One more thing...regarding the mole's journal for this week, notice that the journal says Favorite Band-?. Craig didn't know who his friend's favorite band was during that mission. Also, just to post a few things that make me think Craig is a good candidate for the mole because someone said no one has done anything mole-like. 1) As Mark frequently points out, Craig can fail and people will cheer, like in the waterfall mission. 2) In the Alexander Selkirk mission, he was a scavenger and could've easily ignored or kicked away one of the necessary items. 3) Craig talked to Victoria at the end of the fruit of the luge mission, discounting the money they earned. 4)Craig deliberately asked Nichole a question during the most recent mission in which Nichole had the camera and was not allowed to talk. Anyone who knows Nichole knows that she would answer without thinking. 5) Craig suggested that Bobby get in the wheelbarrow in the pigs mission. (His team earned no money). 6) Craig didn't even make it across the bridge to the chalkboard in the last mission, although I think he genuinely was scared. 7) The most suspicious thing to me is when Craig was the first one to say "Exemption" at the dinner table. It seemed odd to me that he would ask for an exemption for being sick. Sounds like the producers told him he had to say that so that he could control the Travelers mission, which he sabotaged, even leading Mark to give up. 8)I know there are others, but I haven't gone back to watch the episodes, so any other "Craig is the mole" fans feel free to chime in.

asmaj:

"The fun continues with Clay and Nicole, who memorizes Clay's answers like a machine and reads them back just as machine-like."
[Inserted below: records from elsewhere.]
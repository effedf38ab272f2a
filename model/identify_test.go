package model

import (
	"testing"
)

func identifyDesign(t *testing.T) *Design {
	t.Helper()
	sim, err := Simulate(&Truth{Seed: 3, Weeks: 104, Intercept: 1e5, Channels: []TrueChannel{
		{Name: "search", MeanSpend: 1e4, Variation: 0.5, Decay: 0.2, HalfSat: 1, Shape: 1.2, Beta: 5e4},
		{Name: "tv", MeanSpend: 2e4, Variation: 0.5, Decay: 0.4, HalfSat: 1.5, Shape: 1.5, Beta: 4e4},
	}})
	if err != nil {
		t.Fatal(err)
	}
	d, err := NewDesign(sim.Panel, sim.Truth.Spec())
	if err != nil {
		t.Fatal(err)
	}
	return d
}

// Parameters placed by hand on, near and away from the default box
// (decay [0, 0.85], κ [0.3, 10], shape [1, 3]): the report names exactly
// the ones within 1% of the range (of the log range for κ), with the side,
// and a channel with β = 0 as of zero effect.
func TestIdentifyByConstruction(t *testing.T) {
	d := identifyDesign(t)
	lo, hi := d.Spec.Channels[0].HalfSaturation, d.Spec.Channels[0].Shape
	p := Params{Channels: []ChannelParams{
		// decay 0.85 on its upper bound; κ 0.3·1.01 is within 1% of the log
		// range ln(10/0.3) = 3.5 above 0.3 (ln 1.01 = 0.01 < 0.035); shape in the middle
		{Decay: 0.85, HalfSat: lo[0] * 1.01, Shape: 2, Beta: 1e4},
		// everything inside; shape 3 − 0.05 is 2.5% of [1, 3] below the top: inside
		{Decay: 0.3, HalfSat: 2, Shape: hi[1] - 0.05, Beta: 0},
	}}
	ids := d.Identify(p)
	got0 := ids[0].OnBound
	if len(got0) != 2 || got0[0].Param != "decay" || got0[0].Side != BoundUpper || got0[1].Param != "half_saturation" || got0[1].Side != BoundLower {
		t.Fatalf("search: %+v, want decay upper and half_saturation lower", got0)
	}
	if ids[0].ZeroEffect || ids[0].Identified() || len(ids[0].Hints) != 2 {
		t.Errorf("search: %+v", ids[0])
	}
	if len(ids[1].OnBound) != 0 || !ids[1].ZeroEffect || ids[1].Identified() || len(ids[1].Hints) != 1 {
		t.Errorf("tv: %+v, want nothing on a bound and a zero effect with one hint", ids[1])
	}
	// Inside the box with an effect: identified.
	p.Channels[1].Beta = 3e4
	if id := d.Identify(p)[1]; !id.Identified() {
		t.Errorf("tv with β > 0: %+v, want identified", id)
	}
	// A bound the spec fixes (lo == hi) is not reported.
	d.Spec.Channels[0].Decay = Range{0.85, 0.85}
	if id := d.Identify(p)[0]; len(id.OnBound) != 1 || id.OnBound[0].Param != "half_saturation" {
		t.Errorf("fixed decay reported: %+v", id.OnBound)
	}
}
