// FitResult is a fitted model with the fit's diagnostics.
type FitResult struct {
	Params      Params
	SSE         float64
	Status      varpro.Status // of the best start
	StartsTried int
	Converged   int // starts that converged
	Evaluations int // over all starts
	Fitted      []float64
	Residuals   []float64
	// Priors are the priors the fit used (nil with NoPriors), NoiseSD the
	// σ that weighed them and the lift rows, Penalty the priors' part of
	// the minimized objective (prior rows of θ and of the ROIs); SSE
	// excludes it.
	Priors  Priors  `json:"priors,omitempty"`
	NoiseSD float64 `json:"noise_sd,omitempty"`
	Penalty float64 `json:"penalty,omitempty"`
}

// FlatTol is the fit's varpro.Settings.FlatTol: a search creeping along a
// flat valley stops once 10 steps gained less than 1e-6 of the objective,
// 1e-6·n in units of −2 log-likelihood — far below what the data can tell
// apart (common practice, no source).
const FlatTol = 1e-6

// ErrNoFit is returned when no start produced a finite fit.
var ErrNoFit = errors.New("model: no start produced a usable fit")

// Fit fits y (the KPI, or a resampled KPI) on the design.
func (d *Design) Fit(y []float64, set FitSettings) (*FitResult, error) {
	if len(y) != d.N {
		panic("model: KPI length differs from the design")
	}
	if err := d.CheckBase(); err != nil {
		return nil, err
	}
	rows := make([]int, d.N)
	for t := range rows {
		rows[t] = t
	}
	return fitExtended(d, y, rows, d.Lifts, set)
}

// multiStart runs the starts on the solvers (one goroutine each) and keeps
// the best; ties go to the earlier start, so the result does not depend on
// scheduling.
func (d *Design) multiStart(y []float64, starts [][]float64, solvers []*varpro.Solver, set FitSettings) (*FitResult, error) {
	type outcome struct {
		res varpro.Result
		err error
	}
	out := make([]outcome, len(starts))
	var wg sync.WaitGroup
	next := make(chan int)
	for _, s := range solvers {
		wg.Add(1)
		go func() {
			defer wg.Done()
			for i := range next {
				budget := set.MaxEvaluations
				if i > 0 && set.ProbeEvaluations > 0 {
					budget = set.ProbeEvaluations
				}
				r, err := s.Solve(starts[i], varpro.Settings{MaxEvaluations: budget, FlatTol: FlatTol})
				out[i] = outcome{r, err}
			}
		}()
	}
	for i := range starts {
		next <- i
	}
	close(next)
	wg.Wait()
	best := -1
	fr := &FitResult{StartsTried: len(starts)}
	for i, o := range out {
		if o.err != nil {
			continue
		}
		fr.Evaluations += o.res.Evaluations
		if o.res.Status == varpro.Converged {
			fr.Converged++
		}
		if best < 0 || o.res.RSS < out[best].res.RSS {
			best = i
		}
	}
	if best < 0 || math.IsInf(out[best].res.RSS, 0) {
		return nil, ErrNoFit
	}
	r := out[best].res
	fr.SSE = r.RSS
	fr.Status = r.Status
	fr.Params = d.unpack(r.Theta, r.Coef, r.FixedCoef)
	fr.Fitted = d.Predict(fr.Params)
	fr.Residuals = make([]float64, d.N)
	for t := range y {
		fr.Residuals[t] = y[t] - fr.Fitted[t]
	}
	return fr, nil
}
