func (t *Truth) fill(source string) error {
	if t.Weeks == 0 {
		t.Weeks = 156
	}
	if t.Start == "" {
		t.Start = "2023-01-02"
	}
	if t.KPIName == "" {
		t.KPIName = "revenue"
	}
	if t.Horizon == 0 {
		t.Horizon = DefaultHorizon
	}
	if t.NoiseSD == 0 {
		t.NoiseSD = 0.05
	}
	bad := func(field, format string, a ...any) error {
		return fmt.Errorf("%s: %s: %s", source, field, fmt.Sprintf(format, a...))
	}
	if _, err := time.Parse(time.DateOnly, t.Start); err != nil {
		return bad("start", "%q is not a date YYYY-MM-DD", t.Start)
	}
	if t.Weeks < 20 || t.Weeks > 2000 {
		return bad("weeks", "%d must be between 20 and 2000", t.Weeks)
	}
	if t.NoiseSD < 0 || math.Abs(t.NoiseAR) >= 1 {
		return bad("noise", "noise_sd must be >= 0 and |noise_ar| < 1")
	}
	if len(t.Channels) == 0 {
		return bad("channels", "at least one channel is needed")
	}
	names := map[string]bool{}
	for i := range t.Channels {
		c := &t.Channels[i]
		p := fmt.Sprintf("channels[%d]", i)
		if c.Name == "" || names[c.Name] {
			return bad(p+".name", "%q is empty or repeated", c.Name)
		}
		names[c.Name] = true
		if c.Adstock == "" {
			c.Adstock = AdstockGeometric
		}
		if c.Saturation == "" {
			c.Saturation = SaturationHill
		}
		if c.Adstock == AdstockDelayed && c.MaxLag == 0 {
			c.MaxLag = DefaultMaxLag
		}
		if c.Saturation == SaturationHill && c.Shape == 0 {
			c.Shape = 1
		}
		if c.Variation == 0 {
			c.Variation = 0.3
		}
		if c.MeanSpend <= 0 || c.HalfSat <= 0 || c.Beta < 0 || c.Decay < 0 || c.Decay >= 1 || c.Dark < 0 || c.Dark >= 1 {
			return bad(p, "needs mean_spend > 0, half_saturation > 0, beta >= 0, 0 <= decay < 1, 0 <= dark < 1")
		}
		if !(c.Drift > -1 && c.Drift <= 10) {
			return bad(p+".drift", "%g must be above -1 and at most 10", c.Drift)
		}
		if c.DriftStart < 0 || c.DriftStart >= t.Weeks-1 {
			return bad(p+".drift_start_week", "%d must lie between 0 and the weeks less two (%d)", c.DriftStart, t.Weeks-2)
		}
		if !(math.Abs(c.SeasonEffect) < 1) {
			return bad(p+".season_effect", "%g must lie strictly between -1 and 1", c.SeasonEffect)
		}
		if err := c.SpendShape.check(p, t.Weeks); err != nil {
			return fmt.Errorf("%s: %w", source, err)
		}
	}
	for i, c := range t.Channels {
		if c.Follows != "" && (!names[c.Follows] || c.Follows == c.Name) {
			return bad(fmt.Sprintf("channels[%d].follows", i), "%q is not another channel", c.Follows)
		}
		if c.Follows != "" {
			j := slices.IndexFunc(t.Channels, func(o TrueChannel) bool { return o.Name == c.Follows })
			if j > i {
				return bad(fmt.Sprintf("channels[%d].follows", i), "%q must be listed before %q", c.Follows, c.Name)
			}
		}
	}
	return nil
}
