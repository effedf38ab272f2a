package model

import (
	"math"
	"testing"
)

// A design built under another design's scale reproduces it on the same
// weeks and continues it on later ones: on a panel extended by 13 weeks,
// the first weeks predict exactly as the original design does.
func TestNewDesignScaled(t *testing.T) {
	tr, err := LoadTruth("testdata/truth_recovery.yaml")
	if err != nil {
		t.Fatal(err)
	}
	tr.Weeks = 169
	sim, err := Simulate(tr)
	if err != nil {
		t.Fatal(err)
	}
	n := 156
	head := *sim.Panel
	head.Weeks, head.KPI = sim.Panel.Weeks[:n], sim.Panel.KPI[:n]
	head.Spend, head.Control = nil, nil
	for _, x := range sim.Panel.Spend {
		head.Spend = append(head.Spend, x[:n])
	}
	for _, x := range sim.Panel.Control {
		head.Control = append(head.Control, x[:n])
	}
	spec := tr.Spec()
	d, err := NewDesign(&head, spec)
	if err != nil {
		t.Fatal(err)
	}
	sc := d.ScaleOf(head.Weeks[0])
	same, err := NewDesignScaled(&head, spec, sc)
	if err != nil {
		t.Fatal(err)
	}
	for i := range n {
		for j := range spec.NumFixed() {
			if math.Abs(same.Fixed.At(i, j)-d.Fixed.At(i, j)) > 1e-12 {
				t.Fatalf("week %d column %d: %v vs %v", i, j, same.Fixed.At(i, j), d.Fixed.At(i, j))
			}
		}
	}
	ext, err := NewDesignScaled(sim.Panel, spec, sc)
	if err != nil {
		t.Fatal(err)
	}
	a, b := d.Predict(sim.Params), ext.Predict(sim.Params)
	for i := range n {
		if math.Abs(a[i]-b[i]) > 1e-9*math.Abs(a[i]) {
			t.Fatalf("week %d: %v vs %v", i, a[i], b[i])
		}
	}
	// The trend continues past 1 at the same slope: week n is n/(n−1).
	if got := ext.Fixed.At(n, 1); math.Abs(got-float64(n)/float64(n-1)) > 1e-12 {
		t.Errorf("trend at week %d = %v", n, got)
	}
	// A panel starting later is placed by its dates.
	late := *sim.Panel
	late.Weeks = sim.Panel.Weeks[10:]
	late.Spend, late.Control = nil, nil
	for _, x := range sim.Panel.Spend {
		late.Spend = append(late.Spend, x[10:])
	}
	for _, x := range sim.Panel.Control {
		late.Control = append(late.Control, x[10:])
	}
	dl, err := NewDesignScaled(&late, spec, sc)
	if err != nil {
		t.Fatal(err)
	}
	for j := range spec.NumFixed() {
		if math.Abs(dl.Fixed.At(0, j)-ext.Fixed.At(10, j)) > 1e-12 {
			t.Errorf("column %d of the later panel's first week: %v, want %v", j, dl.Fixed.At(0, j), ext.Fixed.At(10, j))
		}
	}
	if _, err := NewDesignScaled(sim.Panel, spec, Scale{Origin: sc.Origin, Weeks: n, MeanSpend: make([]float64, 4)}); err == nil {
		t.Error("zero mean spend accepted")
	}
}
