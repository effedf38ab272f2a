package model

import (
	"encoding/json"
	"testing"
	"time"

	"sluice/internal/refcheck"
)

// TestSciPyPeer fits the same problem with a SciPy peer of the model
// (testdata/scipy_peer.py: the same variable projection with
// scipy.optimize.nnls inside, L-BFGS-B from the same starts) and requires
// sluice's SSE to be no worse than SciPy's by more than 0.1%. The wall
// times of both are logged for the speed comparison (benchmarks, not
// assertions, carry the speed claims).
func TestSciPyPeer(t *testing.T) {
	if testing.Short() {
		t.Skip("runs SciPy")
	}
	sim := simulateFile(t, "testdata/truth_recovery.yaml")
	spec := sim.Truth.Spec()
	// The peer implements geometric adstock with Hill saturation only.
	for i := range spec.Channels {
		spec.Channels[i].Saturation = SaturationHill
	}
	d, err := NewDesign(sim.Panel, spec)
	if err != nil {
		t.Fatal(err)
	}
	// The peer solves plain least squares, so the fit does too (no priors).
	set := FitSettings{Seed: 1, NoPriors: true}
	start := time.Now()
	fr, err := d.Fit(sim.Panel.KPI, set)
	if err != nil {
		t.Fatal(err)
	}
	ours := time.Since(start)
	lo, hi := d.bounds()
	rows, cols := d.Fixed.Dims()
	fixed := make([][]float64, rows)
	for i := range fixed {
		fixed[i] = make([]float64, cols)
		for j := range cols {
			fixed[i][j] = d.Fixed.At(i, j)
		}
	}
	in, _ := json.Marshal(map[string]any{
		"y": sim.Panel.KPI, "fixed": fixed, "spend": d.Spend, "mean_spend": d.MeanSpend,
		"lower": lo, "upper": hi, "starts": d.starts(set),
	})
	out := refcheck.Python(t, []string{"scipy"}, "testdata/scipy_peer.py", in)
	var peer struct {
		SSE         float64 `json:"sse"`
		Seconds     float64 `json:"seconds"`
		Evaluations int     `json:"evaluations"`
	}
	if err := json.Unmarshal(out, &peer); err != nil {
		t.Fatalf("peer output %q: %v", out, err)
	}
	t.Logf("sluice SSE %.8g in %v (%d evaluations); SciPy L-BFGS-B SSE %.8g in %.3fs (%d evaluations); ratio %.0fx",
		fr.SSE, ours, fr.Evaluations, peer.SSE, peer.Seconds, peer.Evaluations, peer.Seconds/ours.Seconds())
	if fr.SSE > peer.SSE*1.001 {
		t.Errorf("sluice SSE %.8g worse than SciPy's %.8g by more than 0.1%%", fr.SSE, peer.SSE)
	}
}
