package model

import (
	"math"
	"math/rand/v2"
	"testing"

	"gonum.org/v1/gonum/stat"
)

// AR1 against the stationary AR(1) closed form (Box & Jenkins: variance
// σ²/(1−φ²) = 1 here, lag-1 autocorrelation φ): over 200,000 values the
// sample figures lie within 0.02 of them. Their standard errors (from
// memory of Bartlett's formulas: √(2(1+φ²)/((1−φ²)n)) for the variance,
// √((1−φ²)/n) for the autocorrelation) are at most 0.007 for |φ| ≤ 0.8, so
// 0.02 is about three of them.
func TestAR1ClosedForm(t *testing.T) {
	const n = 200000
	for _, phi := range []float64{0, 0.5, -0.3, 0.8} {
		z := AR1(rand.New(rand.NewPCG(7, 1)), n, phi)
		v := stat.Variance(z, nil)
		r := stat.Correlation(z[1:], z[:n-1], nil)
		if math.Abs(v-1) > 0.02 || math.Abs(r-phi) > 0.02 {
			t.Errorf("φ %v: variance %.4f (want 1), lag-1 autocorrelation %.4f (want %v)", phi, v, r, phi)
		}
	}
	if len(AR1(rand.New(rand.NewPCG(1, 1)), 0, 0.5)) != 0 {
		t.Error("n = 0 must give an empty series")
	}
}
That's called going through medical school and being use to rote memorization.

IMO, Nicole for the win!

Fayellis1:

I think Nicole for the win, and unpopular opinion, Mark is the Mole. Mark is a lunatic who is hell bent and determined to win money. I honestly think he would go for a guarteed payday and the only payday guranteed is that of the Mole. Otherwise, he left his pregnant wife in hopes of winning money on a reality show which just makes him look like a dillweed. Although fat funny guy who know one expects much from is the Mole is a pretty clever twist

trink621:

I think Paul is the mole. He never looks worried at the execution ceremonies. His assinine behavior is his cover. When he was with his family, he was an entirely different person.